Source: Voulsa County Corrections

Last week’s near-tragic story of a pregnant mother, who attempted to drown herself and her children by driving the minivan into the ocean, is a perfect reminder of how little regard we give to the impact domestic violence has on women, particular ones, who might be mentally ill.

According to published reports, a $1.2 million bond has been set for 32 year old Ebony Wilkerson, who is facing three counts of attempted murder, as well as other other charges, for the near-fatal incident, which resulted in bystanders rescuing her children, ages 3, 9 and 10, from their minivan as it was almost submerged off the coast of Dayton Beach, Florida. Wilkerson, who was 27 and 1/2 weeks pregnant at the time, was also able to escape without injury.

The Washington Post writes that just mere hours before driving herself and her children into the ocean, Wilkerson’s sister had called the police and reported that her sister had been, “talking about Jesus and how there are demons in my house and how I’m trying to control her but I’m trying to keep them safe.” The story goes on to say that when police stopped her Honda Odyssey, she told them that she feared that her husband would find them in Florida and harm them.

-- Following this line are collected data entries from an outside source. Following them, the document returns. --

struct Engine::Running {
    struct Slot {
        std::array<Rail, 2> rails;
        int stop = 0;

        bool running() const noexcept { return rails[across].running() || rails[into].running(); }
        /// Free for another stop: nothing of it will be heard any more.
        bool over() const noexcept { return !running() || rails[across].presence.isZero(); }
    };

    struct String {
        std::vector<RailLoop> stops;
        std::vector<Slot> slots;
        int speaking = 0;
        double damperT60 = 0.0; ///< 0: lifted
        double impedance = 0.0;
        bool freeBridge = false;
        int bridge = -1;        ///< whose motion it shares; −1 where that is rigid, or its end free
        board::Sharing place;   ///< on its board
        double position = 0.5;
        std::array<Gains, 2> heardFrom{}, heardTo{}; ///< by direction
    };

    /// A board with all bridges on it.
    struct Driven {
        Bridge bridge;
        std::vector<int> strings;
        std::vector<Gains> heardFrom, heardTo; ///< by source
        std::int64_t stillUntil = 0;  ///< after `silence` nothing is woken by it until what rang is out
    };

    explicit Running(std::shared_ptr<const design::InstrumentDesign>);

    String* find(int string) noexcept {
        return string >= 0 && string < static_cast<int>(strings.size()) ? &strings[static_cast<std::size_t>(string)]
                                                                        : nullptr;
    }
    int samples(double seconds) const noexcept { return std::max(1, static_cast<int>(seconds * sampleRate)); }

    void reset() noexcept;
    void speak(String&, int stop, double putOutSeconds) noexcept;
    double holdFor(const String&, const RailLoop&) const noexcept;
    void wake(Driven&) noexcept;
    bool movesWith(const String& string, Direction direction) const noexcept {
        return string.bridge >= 0 &&
               bridges[static_cast<std::size_t>(string.bridge)].bridge.firstComponent(direction) >= 0;
    }
    bool heardByBoard(const String& string) const noexcept {
        return string.bridge >= 0 && bridges[static_cast<std::size_t>(string.bridge)].bridge.heardByBoard();
    }
    void setListening(const Listening&) noexcept;

    void run(double* leftOut, double* rightOut, int count) noexcept;
    void runBridge(Driven&, double* leftOut, double* rightOut, int count) noexcept;
    void runAlone(const String&, Rail&, Direction, double* leftOut, double* rightOut, int count) noexcept;
    void hearString(const String&, const Rail&, Direction, const double* force, double* leftOut, double* rightOut,
                    int offset, int count) noexcept;
    void hear(const Gains& from, const Gains& to, const double* heard, double* leftOut, double* rightOut, int offset,
              int count) noexcept;
    void restWhatIsOver() noexcept;
    bool canTakeOver(const Running& before) const noexcept;
    void takeOver(Running& before) noexcept;

    double energyOf(const String& string, const Rail& rail) const noexcept {
        return string.impedance * rail.sumOfSquares() / sampleRate;
    }

    std::shared_ptr<const design::InstrumentDesign> design;
    double sampleRate;
    std::vector<String> strings;
    std::vector<Driven> bridges;
    std::int64_t clock = 0; ///< the next sample
    bool takingOver = false; ///< looked at when resting is

    Listening listening;
    std::int64_t listeningSettled = 0; ///< sample from which `heardTo` holds alone

    /// Waves of the rails of one bridge within a chunk, longestChunk each.
    std::vector<double> waves;
    struct Port {
        const String* string;
        Rail* rail;
        Direction direction;
    };
    std::vector<Port> ports;
};

Engine::Running::Running(std::shared_ptr<const design::InstrumentDesign> given)
    : design(std::move(given)), sampleRate(design->sampleRate) {
    for (const auto& board : design->boards)
        bridges.push_back({Bridge(board, sampleRate), {}, {}, {}, 0});
    strings.reserve(design->strings.size());
    for (const auto& from : design->strings) {
        String& string = strings.emplace_back();
        for (const auto& stop : from.stops)
            string.stops.emplace_back(stop, from.ends);
        string.slots.assign(slotCount, Slot{{Rail(string.stops), Rail(string.stops)}, 0});
        string.impedance = from.impedance;
        string.freeBridge = from.ends.bridge == string::End::free;
        string.position = std::clamp(from.bridgePosition, 0.0, 1.0);
        Driven& driven = bridges[static_cast<std::size_t>(from.board)];
        if (!string.freeBridge && !driven.bridge.rigid()) {
            string.bridge = from.board;
            string.place = from.place;
            driven.strings.push_back(static_cast<int>(strings.size()) - 1);
        }
    }
    std::size_t mostPorts = 1;
    for (Driven& driven : bridges) {
        mostPorts = std::max(mostPorts, driven.strings.size() * slotCount * 2);
        driven.heardFrom.resize(static_cast<std::size_t>(driven.bridge.sources()));
        driven.heardTo = driven.heardFrom;
    }
    ports.reserve(mostPorts);
    waves.assign(mostPorts * longestChunk, 0.0);
    reset();
}

void Engine::Running::reset() noexcept {
    clock = 0;
    takingOver = false;
    for (String& string : strings) {
        string.speaking = 0;
        string.damperT60 = 0.0;
        for (Slot& slot : string.slots) {
            slot.stop = 0;
            for (Rail& rail : slot.rails)
                rail.speak(string.stops.front());
        }
    }
    for (Driven& driven : bridges) {
        driven.bridge.clear();
        driven.stillUntil = 0;
    }
    setListening(listening);
}

bool Engine::Running::canTakeOver(const Running& before) const noexcept {
    if (takingOver || before.takingOver || sampleRate != before.sampleRate || strings.size() != before.strings.size() ||
        bridges.size() != before.bridges.size())
        return false;
    for (std::size_t i = 0; i < strings.size(); ++i) {
        const String &own = strings[i], &other = before.strings[i];
        if (own.stops.size() != other.stops.size() || own.freeBridge != other.freeBridge ||
            (own.bridge < 0) != (other.bridge < 0) || own.stops.front().freeNut != other.stops.front().freeNut)
            return false;
        for (std::size_t s = 0; s < own.slots.size(); ++s)
            for (const Direction direction : {across, into})
                if (!own.slots[s].rails[direction].canTakeOver(other.slots[s].rails[direction]))
                    return false;
    }
    return true;
}

void Engine::Running::takeOver(Running& before) noexcept {
    clock = before.clock;
    takingOver = true;
    for (std::size_t i = 0; i < strings.size(); ++i) {
        String& string = strings[i];
        String& other = before.strings[i];
        string.speaking = other.speaking;
        string.damperT60 = other.damperT60;
        string.heardFrom = other.heardFrom;
        string.heardTo = other.heardTo;
        for (std::size_t s = 0; s < string.slots.size(); ++s) {
            Slot& slot = string.slots[s];
            slot.stop = other.slots[s].stop;
            for (const Direction direction : {across, into}) {
                Rail& rail = slot.rails[direction];
                rail.takeOver(other.slots[s].rails[direction], string.stops[static_cast<std::size_t>(slot.stop)],
                              samples(takesOver));
                rail.hold.jump(holdFor(string, rail.loop()));
            }
        }
    }
    for (std::size_t b = 0; b < bridges.size(); ++b) {
        bridges[b].bridge.takeOver(before.bridges[b].bridge);
        bridges[b].stillUntil = before.bridges[b].stillUntil;
        // Same size: no allocation.
        if (bridges[b].heardTo.size() == before.bridges[b].heardTo.size()) {
            bridges[b].heardFrom = before.bridges[b].heardFrom;
            bridges[b].heardTo = before.bridges[b].heardTo;
        }
    }
    // Another pan or place is reached as a listener would move there.
    listeningSettled = before.listeningSettled;
    setListening(before.listening);
}

// Playing ------------------------------------------------------------------------------------------------------

double Engine::Running::holdFor(const String& string, const RailLoop& loop) const noexcept {
    return string.damperT60 > 0.0 ? std::pow(10.0, -3.0 * loop.roundTrip / (sampleRate * string.damperT60)) : 1.0;
}

/// A clean slot takes over; the one that spoke is put out. A third that has not yet gone gives way: the one with
/// the least energy.
void Engine::Running::speak(String& string, int stop, double putOutSeconds) noexcept {
    Slot& old = string.slots[static_cast<std::size_t>(string.speaking)];
    if (old.running()) {
        for (Rail& rail : old.rails)
            rail.presence.move(0.0, samples(putOutSeconds));
        int taken = -1;
        double least = 0.0;
        for (int i = 0; i < slotCount; ++i) {
            const Slot& slot = string.slots[static_cast<std::size_t>(i)];
            if (i == string.speaking)
                continue;
            double energy = 0.0;
            if (!slot.over())
                for (const Rail& rail : slot.rails)
                    energy += energyOf(string, rail);
            if (taken < 0 || energy < least) {
                taken = i;
                least = energy;
            }
        }
        string.speaking = taken;
    }
    Slot& fresh = string.slots[static_cast<std::size_t>(string.speaking)];
    fresh.stop = stop;
    for (Rail& rail : fresh.rails) {
        rail.speak(string.stops[static_cast<std::size_t>(stop)]);
        rail.hold.jump(holdFor(string, rail.loop()));
    }
}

Wilkerson’s own children also told authorities of a history of violence between their mother and father and that they had only come to Florida to escape him three days before she tried to drive them into the ocean. Furthermore, the kids told authorities that their mother had been “acting crazy and speaking to Jesus” since moving to Daytona Beach.

The Post also writes:

“The children said that while driving south on the beach, their mother pointed at the ocean, locked the doors, rolled up the electric windows and then jerked the steering wheel, sending the minivan into the waves.One of the children asked her what she was doing, and she said: “’I am keeping us all safe,” according to the affidavit.”

Obviously Wilkerson is mentally unstable here. And thankfully they all survived. But I have a hard time reconciling the idea that locking this woman up in prison is the best outcome in this situation. Like, wouldn’t mental health treatment as well as domestic violence assistance, be more beneficial – and I’m talking about for both Wilkerson as well as her children?

As recent research shows, particularly this study from the King’s College London and the University of Bristol that reviewed data from 41 studies worldwide, both men and women with mental health problems are at an increased risk of domestic violence. However as it relates to women, the study shows that women with depressive disorders were 2 and a half times more likely to experience domestic violence – even worse for women with post-traumatic stress, who were seven times more likely be in domestic violence situations. In fact, one of the lead researchers is quoted in saying, “The evidence suggests that there are two things happening: domestic violence can often lead to victims developing mental health problems, and people with mental health problems are more likely to experience domestic violence.”

An article in The Grio highlights a Johns Hopkins study, which shows that one out of every three women abused during pregnancy went on to develop depression in the first 12 months of the child’s life. And according to this study, Racial and Ethnic Disparities in Postpartum Depression Care Among Low-Income Women, a disproportionate number of black and Latina women who suffer from postpartum depression do not receive needed services including diagnosis, treatment and follow-up care.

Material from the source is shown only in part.